The trusted source for
healthcare information and
History Is Everything
By Ken Grauer, MD, Professor, Department of Community Health and Family Medicine, University of Florida . Dr. Grauer is the sole proprietor of KG-EKG Press, and publisher of an ECG pocket brain book.
Scenario: Interpret the ECG above, obtained from a patient presenting to the Emergency Department. Is there any cause for concern?
Interpretation: The ECG shows sinus rhythm at 85/minute. The PR interval is normal. The QRS duration is upper normal (half a large box, but not more) and the QT interval is upper normal (about half the R-R interval, with a QTc ≈ 0.44 second). The axis is normal (+70°). There is right atrial abnormality (tall, peaked P wave in lead II ≥ 2.5 mm); possible left atrial abnormality (minimally deep negative component to the P in lead V1); and left ventricular hypertrophy (S in V1,2 + R in V5,6 ≥ 35 mm). Regarding Q-R-S-T changes, there is at most a tiny q in lead III, and transition is normal (between V2 to V4). The most remarkable finding on this tracing are the ST segments, which manifest at least 2 mm of J point elevation with straight (if not coved) takeoff in leads V2,V3. There is slight elevation with J point notching in lead V4. Missing from this presentation is the history and mention of prior tracings for comparison.
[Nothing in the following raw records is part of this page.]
import { DomainError } from '../errors.ts';

/** The sequences of one protocol version, as the allocation rule needs them. */
export interface SequenceSet {
  /** Rows of equal length p of condition indices from 0. */
  readonly sequences: readonly (readonly number[])[];
  readonly conditionCount: number;
}

/**
 * Slots issued within one margin (a site, a stratum or the study), three ways. All arrays are
 * changed in place by `addToTally`, and by nothing else.
 */
export interface Tally {
  /** By sequence index. */
  readonly counts: Int32Array;
  /** Condition by period: entry condition · p + period index, length conditionCount · p. */
  readonly byPeriod: Int32Array;
  /** Ordered pairs: entry first · conditionCount + second, length conditionCount². */
  readonly byPair: Int32Array;
}

/** A tally of nothing issued yet. */
export function emptyTally(set: SequenceSet): Tally {
  const periods = set.sequences[0]?.length ?? 0;
  return {
    counts: new Int32Array(set.sequences.length),
    byPeriod: new Int32Array(set.conditionCount * periods),
    byPair: new Int32Array(set.conditionCount ** 2),
  };
}

/** A tally with the same counts, which changes apart from the first. */
export function copyTally({ counts, byPeriod, byPair }: Tally): Tally {
  return { counts: counts.slice(), byPeriod: byPeriod.slice(), byPair: byPair.slice() };
}

/**
 * The tally of given counts by sequence.
 *
 * @param counts issued slots by sequence index, length as the set's sequences
 * @throws {DomainError} when the length differs or a count is not a whole number from 0
 */
export function tallyOf(set: SequenceSet, counts: ArrayLike<number>): Tally {
  if (counts.length !== set.sequences.length) {
    throw new DomainError(`${counts.length} counts for ${set.sequences.length} sequences`);
  }
  const tally = emptyTally(set);
  for (let index = 0; index < counts.length; index += 1) {
    const count = counts[index] ?? 0;
    if (count !== 0) addToTally(tally, set, index, count);
  }
  return tally;
}

/**
 * Counts `count` further issued slots of one sequence, in O(periods).
 *
 * @throws {DomainError} when there is no such sequence or count is not a whole number from 0
 */
export function addToTally(
  tally: Tally,
  set: SequenceSet,
  sequenceIndex: number,
  count: number,
): void {
  const sequence = set.sequences[sequenceIndex];
  if (sequence === undefined) throw new DomainError(`There is no sequence ${sequenceIndex}`);
  if (!Number.isSafeInteger(count) || count < 0) {
    throw new DomainError(`Issued slots are counted in whole numbers from 0, not ${count}`);
  }
  add(tally.counts, sequenceIndex, count);
  forEachEntry(set, sequence, (periodEntry, pairEntry) => {
    add(tally.byPeriod, periodEntry, count);
    if (pairEntry !== null) add(tally.byPair, pairEntry, count);
  });
}

/**
 * How crowded the places are that one more slot of the sequence would fill: the sum of its
 * condition-by-period counts and of its ordered-pair counts. Adding 1 to a count x raises x² by
 * 2x + 1, so the sequence with the smallest sum raises the sum of squared counts least, and with
 * it their unevenness.
 */
export function crowding(tally: Tally, set: SequenceSet, sequenceIndex: number): number {
  const sequence = set.sequences[sequenceIndex] ?? [];
  let sum = 0;
  forEachEntry(set, sequence, (periodEntry, pairEntry) => {
    sum += tally.byPeriod[periodEntry] ?? 0;
    if (pairEntry !== null) sum += tally.byPair[pairEntry] ?? 0;
  });
  return sum;
}

function forEachEntry(
  set: SequenceSet,
  sequence: readonly number[],
  visit: (periodEntry: number, pairEntry: number | null) => void,
): void {
  const periods = sequence.length;
  let previous: number | null = null;
  for (let periodIndex = 0; periodIndex < periods; periodIndex += 1) {
    const condition = sequence[periodIndex] ?? 0;
    const pairEntry = previous === null ? null : previous * set.conditionCount + condition;
    visit(condition * periods + periodIndex, pairEntry);
    previous = condition;
  }
}

function add(counts: Int32Array, entry: number, count: number): void {
  counts[entry] = (counts[entry] ?? 0) + count;
}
At the very least we suspect multichamber enlargement and a probable cardiomyopathy. If the patient had new-onset chest pain, acute coronary syndrome with ST elevation would have to be ruled out. If ECG findings were chronic, ST-T changes from medication effect, early repolarization, cardiomyopathy, or some combination of these would have to be considered. History is everything in the interpretation of this tracing.